*Your objective*. What you return must match the data exactly, line for line.
[Study material — start]
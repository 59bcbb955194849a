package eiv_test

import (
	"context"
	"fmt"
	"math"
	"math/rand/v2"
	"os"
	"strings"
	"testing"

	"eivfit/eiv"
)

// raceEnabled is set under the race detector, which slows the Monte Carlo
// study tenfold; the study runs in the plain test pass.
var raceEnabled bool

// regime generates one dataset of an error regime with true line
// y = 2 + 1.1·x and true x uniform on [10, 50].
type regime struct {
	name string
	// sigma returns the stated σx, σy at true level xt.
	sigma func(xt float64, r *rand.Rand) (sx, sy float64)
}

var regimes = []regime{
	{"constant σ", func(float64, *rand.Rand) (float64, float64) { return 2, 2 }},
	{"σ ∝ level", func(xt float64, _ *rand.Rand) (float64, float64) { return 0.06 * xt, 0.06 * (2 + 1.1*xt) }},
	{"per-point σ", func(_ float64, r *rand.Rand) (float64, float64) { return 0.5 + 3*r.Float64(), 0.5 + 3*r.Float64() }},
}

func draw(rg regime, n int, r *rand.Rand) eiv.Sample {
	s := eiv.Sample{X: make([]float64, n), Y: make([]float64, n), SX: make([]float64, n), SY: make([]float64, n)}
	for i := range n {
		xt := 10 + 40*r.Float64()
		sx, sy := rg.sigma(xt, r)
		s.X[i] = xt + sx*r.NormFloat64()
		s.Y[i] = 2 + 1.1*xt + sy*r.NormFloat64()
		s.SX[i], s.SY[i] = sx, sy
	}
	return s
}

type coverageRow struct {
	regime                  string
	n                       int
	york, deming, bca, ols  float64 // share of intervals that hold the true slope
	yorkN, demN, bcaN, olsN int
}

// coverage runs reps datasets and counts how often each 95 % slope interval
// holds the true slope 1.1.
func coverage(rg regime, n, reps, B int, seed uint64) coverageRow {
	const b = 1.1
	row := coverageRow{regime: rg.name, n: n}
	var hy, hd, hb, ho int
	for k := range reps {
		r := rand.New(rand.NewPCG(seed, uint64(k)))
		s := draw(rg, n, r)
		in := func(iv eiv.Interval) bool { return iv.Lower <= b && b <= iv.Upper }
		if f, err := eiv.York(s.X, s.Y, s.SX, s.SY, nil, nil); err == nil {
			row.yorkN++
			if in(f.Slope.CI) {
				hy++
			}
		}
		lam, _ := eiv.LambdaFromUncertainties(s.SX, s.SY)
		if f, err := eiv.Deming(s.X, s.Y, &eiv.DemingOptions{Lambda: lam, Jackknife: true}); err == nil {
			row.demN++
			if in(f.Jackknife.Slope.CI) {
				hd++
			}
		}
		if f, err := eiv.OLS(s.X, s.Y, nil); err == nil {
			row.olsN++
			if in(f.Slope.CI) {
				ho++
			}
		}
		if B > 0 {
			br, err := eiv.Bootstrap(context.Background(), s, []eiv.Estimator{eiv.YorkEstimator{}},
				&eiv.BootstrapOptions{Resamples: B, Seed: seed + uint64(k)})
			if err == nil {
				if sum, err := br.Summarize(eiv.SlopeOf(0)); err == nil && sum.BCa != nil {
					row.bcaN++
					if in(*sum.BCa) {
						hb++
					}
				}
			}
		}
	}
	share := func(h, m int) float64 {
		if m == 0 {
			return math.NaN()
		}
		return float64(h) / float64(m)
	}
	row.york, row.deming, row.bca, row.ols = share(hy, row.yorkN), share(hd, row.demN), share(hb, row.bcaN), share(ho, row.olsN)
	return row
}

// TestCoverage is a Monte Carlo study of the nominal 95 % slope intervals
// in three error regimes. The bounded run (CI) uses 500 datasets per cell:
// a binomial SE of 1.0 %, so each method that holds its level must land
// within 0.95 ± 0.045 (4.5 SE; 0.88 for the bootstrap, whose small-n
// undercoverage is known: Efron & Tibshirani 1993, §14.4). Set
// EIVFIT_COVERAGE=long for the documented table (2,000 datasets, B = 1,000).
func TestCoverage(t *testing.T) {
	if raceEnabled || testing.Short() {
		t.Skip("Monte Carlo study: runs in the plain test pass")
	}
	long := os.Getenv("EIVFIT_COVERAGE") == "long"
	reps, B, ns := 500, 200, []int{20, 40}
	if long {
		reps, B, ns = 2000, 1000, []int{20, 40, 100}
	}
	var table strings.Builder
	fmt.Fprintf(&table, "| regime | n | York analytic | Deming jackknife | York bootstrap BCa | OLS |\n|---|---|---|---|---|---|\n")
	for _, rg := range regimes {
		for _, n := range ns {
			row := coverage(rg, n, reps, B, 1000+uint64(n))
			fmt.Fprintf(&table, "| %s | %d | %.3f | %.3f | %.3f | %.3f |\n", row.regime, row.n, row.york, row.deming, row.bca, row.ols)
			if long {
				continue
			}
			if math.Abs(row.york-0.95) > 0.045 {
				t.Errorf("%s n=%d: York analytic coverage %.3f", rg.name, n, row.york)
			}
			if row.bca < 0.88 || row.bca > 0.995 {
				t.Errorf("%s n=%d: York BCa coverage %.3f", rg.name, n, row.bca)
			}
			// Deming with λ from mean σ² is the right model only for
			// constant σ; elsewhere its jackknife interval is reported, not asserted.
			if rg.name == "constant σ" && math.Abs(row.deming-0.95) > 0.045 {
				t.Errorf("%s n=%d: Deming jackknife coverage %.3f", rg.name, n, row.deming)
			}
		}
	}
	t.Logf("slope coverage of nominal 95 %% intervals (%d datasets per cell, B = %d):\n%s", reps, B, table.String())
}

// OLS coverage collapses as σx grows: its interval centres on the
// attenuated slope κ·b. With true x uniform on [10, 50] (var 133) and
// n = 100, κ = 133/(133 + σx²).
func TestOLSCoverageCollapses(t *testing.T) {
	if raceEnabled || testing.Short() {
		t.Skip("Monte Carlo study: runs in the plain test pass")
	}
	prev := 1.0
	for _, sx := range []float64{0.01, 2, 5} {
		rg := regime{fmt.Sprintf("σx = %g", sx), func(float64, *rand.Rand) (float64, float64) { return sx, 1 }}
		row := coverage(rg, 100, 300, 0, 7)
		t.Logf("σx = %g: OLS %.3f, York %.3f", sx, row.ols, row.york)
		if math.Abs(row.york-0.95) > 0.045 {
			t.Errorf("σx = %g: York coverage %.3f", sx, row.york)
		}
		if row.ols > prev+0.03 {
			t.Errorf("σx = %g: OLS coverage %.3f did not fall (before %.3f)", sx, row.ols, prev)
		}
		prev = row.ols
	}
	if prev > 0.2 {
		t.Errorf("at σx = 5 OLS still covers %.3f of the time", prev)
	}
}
[Study material — finish]
*Solution to the exercise*.
repository 59bcbb955194849a
package eiv_test

import (
	"context"
	"fmt"
	"math"
	"math/rand/v2"
	"os"
	"strings"
	"testing"

	"eivfit/eiv"
)

// raceEnabled is set under the race detector, which slows the Monte Carlo
// study tenfold; the study runs in the plain test pass.
var raceEnabled bool

// regime generates one dataset of an error regime with true line
// y = 2 + 1.1·x and true x uniform on [10, 50].
type regime struct {
	name string
	// sigma returns the stated σx, σy at true level xt.
	sigma func(xt float64, r *rand.Rand) (sx, sy float64)
}

var regimes = []regime{
	{"constant σ", func(float64, *rand.Rand) (float64, float64) { return 2, 2 }},
	{"σ ∝ level", func(xt float64, _ *rand.Rand) (float64, float64) { return 0.06 * xt, 0.06 * (2 + 1.1*xt) }},
	{"per-point σ", func(_ float64, r *rand.Rand) (float64, float64) { return 0.5 + 3*r.Float64(), 0.5 + 3*r.Float64() }},
}

func draw(rg regime, n int, r *rand.Rand) eiv.Sample {
	s := eiv.Sample{X: make([]float64, n), Y: make([]float64, n), SX: make([]float64, n), SY: make([]float64, n)}
	for i := range n {
		xt := 10 + 40*r.Float64()
		sx, sy := rg.sigma(xt, r)
		s.X[i] = xt + sx*r.NormFloat64()
		s.Y[i] = 2 + 1.1*xt + sy*r.NormFloat64()
		s.SX[i], s.SY[i] = sx, sy
	}
	return s
}

type coverageRow struct {
	regime                  string
	n                       int
	york, deming, bca, ols  float64 // share of intervals that hold the true slope
	yorkN, demN, bcaN, olsN int
}

// coverage runs reps datasets and counts how often each 95 % slope interval
// holds the true slope 1.1.
func coverage(rg regime, n, reps, B int, seed uint64) coverageRow {
	const b = 1.1
	row := coverageRow{regime: rg.name, n: n}
	var hy, hd, hb, ho int
	for k := range reps {
		r := rand.New(rand.NewPCG(seed, uint64(k)))
		s := draw(rg, n, r)
		in := func(iv eiv.Interval) bool { return iv.Lower <= b && b <= iv.Upper }
		if f, err := eiv.York(s.X, s.Y, s.SX, s.SY, nil, nil); err == nil {
			row.yorkN++
			if in(f.Slope.CI) {
				hy++
			}
		}
		lam, _ := eiv.LambdaFromUncertainties(s.SX, s.SY)
		if f, err := eiv.Deming(s.X, s.Y, &eiv.DemingOptions{Lambda: lam, Jackknife: true}); err == nil {
			row.demN++
			if in(f.Jackknife.Slope.CI) {
				hd++
			}
		}
		if f, err := eiv.OLS(s.X, s.Y, nil); err == nil {
			row.olsN++
			if in(f.Slope.CI) {
				ho++
			}
		}
		if B > 0 {
			br, err := eiv.Bootstrap(context.Background(), s, []eiv.Estimator{eiv.YorkEstimator{}},
				&eiv.BootstrapOptions{Resamples: B, Seed: seed + uint64(k)})
			if err == nil {
				if sum, err := br.Summarize(eiv.SlopeOf(0)); err == nil && sum.BCa != nil {
					row.bcaN++
					if in(*sum.BCa) {
						hb++
					}
				}
			}
		}
	}
	share := func(h, m int) float64 {
		if m == 0 {
			return math.NaN()
		}
		return float64(h) / float64(m)
	}
	row.york, row.deming, row.bca, row.ols = share(hy, row.yorkN), share(hd, row.demN), share(hb, row.bcaN), share(ho, row.olsN)
	return row
}

// TestCoverage is a Monte Carlo study of the nominal 95 % slope intervals
// in three error regimes. The bounded run (CI) uses 500 datasets per cell:
// a binomial SE of 1.0 %, so each method that holds its level must land
// within 0.95 ± 0.045 (4.5 SE; 0.88 for the bootstrap, whose small-n
// undercoverage is known: Efron & Tibshirani 1993, §14.4). Set
// EIVFIT_COVERAGE=long for the documented table (2,000 datasets, B = 1,000).
func TestCoverage(t *testing.T) {
	if raceEnabled || testing.Short() {
		t.Skip("Monte Carlo study: runs in the plain test pass")
	}
	long := os.Getenv("EIVFIT_COVERAGE") == "long"
	reps, B, ns := 500, 200, []int{20, 40}
	if long {
		reps, B, ns = 2000, 1000, []int{20, 40, 100}
	}
	var table strings.Builder
	fmt.Fprintf(&table, "| regime | n | York analytic | Deming jackknife | York bootstrap BCa | OLS |\n|---|---|---|---|---|---|\n")
	for _, rg := range regimes {
		for _, n := range ns {
			row := coverage(rg, n, reps, B, 1000+uint64(n))
			fmt.Fprintf(&table, "| %s | %d | %.3f | %.3f | %.3f | %.3f |\n", row.regime, row.n, row.york, row.deming, row.bca, row.ols)
			if long {
				continue
			}
			if math.Abs(row.york-0.95) > 0.045 {
				t.Errorf("%s n=%d: York analytic coverage %.3f", rg.name, n, row.york)
			}
			if row.bca < 0.88 || row.bca > 0.995 {
				t.Errorf("%s n=%d: York BCa coverage %.3f", rg.name, n, row.bca)
			}
			// Deming with λ from mean σ² is the right model only for
			// constant σ; elsewhere its jackknife interval is reported, not asserted.
			if rg.name == "constant σ" && math.Abs(row.deming-0.95) > 0.045 {
				t.Errorf("%s n=%d: Deming jackknife coverage %.3f", rg.name, n, row.deming)
			}
		}
	}
	t.Logf("slope coverage of nominal 95 %% intervals (%d datasets per cell, B = %d):\n%s", reps, B, table.String())
}

// OLS coverage collapses as σx grows: its interval centres on the
// attenuated slope κ·b. With true x uniform on [10, 50] (var 133) and
// n = 100, κ = 133/(133 + σx²).
func TestOLSCoverageCollapses(t *testing.T) {
	if raceEnabled || testing.Short() {
		t.Skip("Monte Carlo study: runs in the plain test pass")
	}
	prev := 1.0
	for _, sx := range []float64{0.01, 2, 5} {
		rg := regime{fmt.Sprintf("σx = %g", sx), func(float64, *rand.Rand) (float64, float64) { return sx, 1 }}
		row := coverage(rg, 100, 300, 0, 7)
		t.Logf("σx = %g: OLS %.3f, York %.3f", sx, row.ols, row.york)
		if math.Abs(row.york-0.95) > 0.045 {
			t.Errorf("σx = %g: York coverage %.3f", sx, row.york)
		}
		if row.ols > prev+0.03 {
			t.Errorf("σx = %g: OLS coverage %.3f did not fall (before %.3f)", sx, row.ols, prev)
		}
		prev = row.ols
	}
	if prev > 0.2 {
		t.Errorf("at σx = 5 OLS still covers %.3f of the time", prev)
	}
}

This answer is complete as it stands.